WHAT THE TASK REQUIRES:
Nothing but a number should be given: how many lines in the entries below include the string "derived".

DATA EXTRACT:
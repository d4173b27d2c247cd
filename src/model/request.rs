//! What a user asks for: everything that changes results, and what is to be written.

use std::fmt;

use crate::base::error::{Error, Result};
pub use crate::math::scheme::{SCHEMES, Scheme};
pub use crate::model::family::{Extent, Family, Level, Side};
pub use crate::model::indicator::{INDICATORS, Indicator};
use crate::model::source::Fields;
pub use crate::space::runs::Connectivity;

/// In which frame velocity is measured.
#[derive(Debug, Clone, Copy, PartialEq)]
pub enum Frame {
    /// The frame of the box mean: its mean velocity is subtracted.
    Box,
    /// As stored.
    Stored,
    /// A frame that moves with the given velocity, as for a part of a box whose mean is known.
    Given([f64; 3]),
}

impl fmt::Display for Frame {
    fn fmt(&self, f: &mut fmt::Formatter<'_>) -> fmt::Result {
        match self {
            Frame::Box => write!(f, "box"),
            Frame::Stored => write!(f, "stored"),
            Frame::Given([u, v, w]) => write!(f, "{u},{v},{w}"),
        }
    }
}

/// Shape of a low-pass filter.
#[derive(Debug, Clone, Copy, PartialEq, Eq)]
pub enum FilterShape {
    /// All wavenumbers beyond π/width removed.
    Sharp,
    /// exp(−k² width² / 24).
    Gaussian,
}

/// A low-pass filter of all fields, before anything is derived.
///
/// # References
/// S. B. Pope, Turbulent Flows (Cambridge 2000), table 13.2.
#[derive(Debug, Clone, Copy, PartialEq)]
pub struct Filter {
    /// Shape.
    pub shape: FilterShape,
    /// Width, in the user's length unit.
    pub width: f64,
}

impl Filter {
    /// Reads `sharp WIDTH` or `gaussian WIDTH`.
    ///
    /// # Errors
    /// `Usage`, naming what is wrong.
    pub fn parse(text: &str) -> Result<Filter> {
        let wrong = || {
            Error::usage("cannot read filter")
                .item(format!("\"{text}\""))
                .expected("\"sharp WIDTH\" or \"gaussian WIDTH\", the width a length above 0")
                .found(if text.trim().is_empty() { "nothing".to_string() } else { format!("\"{text}\"") })
                .hint("for example \"gaussian 0.2\"")
        };
        let (shape, width) = text.trim().split_once(char::is_whitespace).ok_or_else(wrong)?;
        let shape = match shape {
            "sharp" => FilterShape::Sharp,
            "gaussian" => FilterShape::Gaussian,
            _ => return Err(wrong()),
        };
        let width: f64 = width.trim().parse().map_err(|_| wrong())?;
        if width.is_finite() && width > 0.0 { Ok(Filter { shape, width }) } else { Err(wrong()) }
    }
}

impl fmt::Display for Filter {
    fn fmt(&self, f: &mut fmt::Formatter<'_>) -> fmt::Result {
        let shape = match self.shape {
            FilterShape::Sharp => "sharp",
            FilterShape::Gaussian => "gaussian",
        };
        write!(f, "{shape} {}", self.width)
    }
}

/// Which surface meshes are written.
#[derive(Debug, Clone, Copy, PartialEq, Eq)]
pub enum Surfaces {
    /// None.
    None,
    /// One file a snapshot and family, with an object id per vertex.
    Together,
    /// One file an object.
    Each,
}

/// Of which objects all fields around are written.
#[derive(Debug, Clone, PartialEq, Eq)]
pub enum CutOuts {
    /// Of none.
    None,
    /// Of the n objects of each family with most cells, smaller ids first among equals.
    Largest(usize),
    /// Of the objects with these ids in every family (or the named one): `ID` or `FAMILY:ID`.
    Named(Vec<(Option<String>, u64)>),
}

/// What is written besides `catalogue.csv`, `run.json` and `columns.json`; changes no number.
#[derive(Debug, Clone, PartialEq, Eq)]
pub struct Outputs {
    /// `catalogue.parquet`. Default yes, in a build that has it.
    pub parquet: bool,
    /// `catalogue.jsonl`. Default no.
    pub json_lines: bool,
    /// `labels/SNAPSHOT/FAMILY.h5`. Default no.
    pub labels: bool,
    /// `cutouts/SNAPSHOT/FAMILY/ID.h5`. Default none.
    pub cut_outs: CutOuts,
    /// Cells of margin around the object of a cut-out. Default 8.
    pub cut_out_margin: usize,
}

impl Default for Outputs {
    fn default() -> Self {
        Outputs { parquet: cfg!(feature = "parquet"), json_lines: false, labels: false, cut_outs: CutOuts::None, cut_out_margin: 8 }
    }
}

/// Everything that changes results.
#[derive(Debug, Clone, PartialEq)]
pub struct Request {
    /// Families; empty means [`Family::defaults`].
    pub families: Vec<Family>,
    /// Neighbourhood of a cell. Default 26; on a plane the same without z.
    pub connectivity: Connectivity,
    /// Smaller objects are counted but not listed. Default 27 cells.
    pub min_cells: u64,
    /// Larger objects get additive columns only. Default 2^22 cells: the surface of an object takes some 200 bytes of memory a cell.
    pub max_object_cells: u64,
    /// Kinematic viscosity ν, where known.
    pub viscosity: Option<f64>,
    /// Magnetic diffusivity η, where known.
    pub resistivity: Option<f64>,
    /// Mean total dissipation a unit mass, where the run states it (hyperviscosity, implicit dissipation).
    pub dissipation: Option<f64>,
    /// Kolmogorov length, where the run states it.
    pub kolmogorov_length: Option<f64>,
    /// Frame of the velocity. Default the box mean.
    pub frame: Frame,
    /// Derivatives. Default `Fd8`.
    pub scheme: Scheme,
    /// Low-pass filter of all fields. Default none.
    pub filter: Option<Filter>,
    /// Indicators whose mean and extremes over each object become columns. Default none.
    pub companions: Vec<Indicator>,
    /// Indicators put on mesh vertices besides the standard values. Default none.
    pub mesh_values: Vec<Indicator>,
    /// Root of the run's mean square of the indicators whose levels are multiples of it, by family; settled by the run itself.
    pub run_rms: Vec<(String, f64)>,
    /// Meshes. Default together.
    pub surfaces: Surfaces,
    /// Objects of fewer cells get no mesh. Default 0: every listed object.
    pub surface_min_cells: u64,
    /// Whether everything is computed by one path on every machine; so far nothing has to be given up for it, and it is recorded.
    pub portable: bool,
}

impl Default for Request {
    fn default() -> Self {
        Request {
            families: Vec::new(),
            connectivity: Connectivity::TwentySix,
            min_cells: 27,
            max_object_cells: 1 << 22,
            viscosity: None,
            resistivity: None,
            dissipation: None,
            kolmogorov_length: None,
            frame: Frame::Box,
            scheme: Scheme::Fd8,
            filter: None,
            companions: Vec::new(),
            mesh_values: Vec::new(),
            run_rms: Vec::new(),
            surfaces: Surfaces::Together,
            surface_min_cells: 0,
            portable: false,
        }
    }
}

impl Request {
    /// The families for a snapshot that carries these fields.
    ///
    /// # Errors
    /// `Usage` when a family, companion or mesh value needs a field or a coefficient that is not there, or two families share a name.
    pub fn families_for(&self, fields: Fields) -> Result<Vec<Family>> {
        let families = if self.families.is_empty() { Family::defaults(fields) } else { self.families.clone() };
        for (i, family) in families.iter().enumerate() {
            self.check_indicator(family.indicator, fields, "cannot detect family", &format!("\"{family}\""))?;
            if families[..i].iter().any(|f| f.name == family.name) {
                return Err(Error::usage("cannot use family")
                    .item(format!("\"{family}\""))
                    .expected("a name of its own")
                    .found(format!("\"{}\" twice", family.name))
                    .hint("give every family another name before the colon"));
            }
        }
        for (what, list) in [("cannot add companion columns", &self.companions), ("cannot add mesh values", &self.mesh_values)] {
            for i in list {
                self.check_indicator(*i, fields, what, i.name())?;
            }
        }
        if families.is_empty() {
            return Err(Error::usage("cannot choose families")
                .expected("a velocity or a magnetic field, which have default families")
                .found("neither")
                .hint("name one: --family \"NAME: INDICATOR > LEVEL\""));
        }
        Ok(families)
    }

    fn check_indicator(&self, indicator: Indicator, fields: Fields, what: &str, item: &str) -> Result<()> {
        let lacks = |expected: &str, hint: &str| Err(Error::usage(what).item(item).expected(expected).found("none").hint(hint));
        let needs = indicator.needs();
        if needs.velocity && !fields.velocity {
            return lacks("a velocity field", "name its datasets with --velocity U,V,W");
        }
        if needs.magnetic && !fields.magnetic {
            return lacks("a magnetic field", "name its datasets with --magnetic BX,BY,BZ");
        }
        if needs.buoyancy && !fields.buoyancy {
            return lacks("a buoyancy field", "name its dataset with --buoyancy B");
        }
        if indicator == Indicator::DissipationViscous && self.viscosity.is_none() {
            return lacks("the viscosity", "give --viscosity, or use strain instead");
        }
        if indicator == Indicator::DissipationOhmic && self.resistivity.is_none() {
            return lacks("the resistivity", "give --resistivity, or use current instead");
        }
        Ok(())
    }

    /// Companions and mesh values together, each once, companions first: what is derived besides the families' indicators.
    pub fn extras(&self) -> Vec<Indicator> {
        let mut out = self.companions.clone();
        out.extend(self.mesh_values.iter().filter(|i| !self.companions.contains(i)));
        out
    }
}

#[cfg(test)]
mod tests {
    use super::*;

    #[test]
    fn families_are_checked_against_the_fields() {
        let velocity = Fields::VELOCITY;
        let mut r = Request { families: vec![Family::parse("c: current > 3 rms").unwrap()], ..Request::default() };
        assert!(r.families_for(velocity).unwrap_err().to_string().contains("expected a magnetic field, found none"));
        let twice = Family::parse("a: vorticity > 3 rms").unwrap();
        r.families = vec![twice.clone(), twice];
        assert!(r.families_for(velocity).unwrap_err().to_string().contains("\"a\" twice"));
        assert_eq!(Request::default().families_for(velocity).unwrap()[0].to_string(), "vorticity: vorticity > 3 rms");
        let with = Request { companions: vec![Indicator::Buoyancy], ..Request::default() };
        assert!(with.families_for(velocity).unwrap_err().to_string().contains("cannot add companion columns: buoyancy"));
    }

    #[test]
    fn filters_round_trip_and_faults_are_named() {
        for text in ["sharp 0.25", "gaussian 2"] {
            assert_eq!(Filter::parse(text).unwrap().to_string(), text);
        }
        for text in ["", "sharp", "box 2", "sharp -1", "gaussian x"] {
            let message = Filter::parse(text).unwrap_err().to_string();
            assert!(message.contains("cannot read filter"), "{message}");
        }
    }
}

WRITTEN REPLY:
2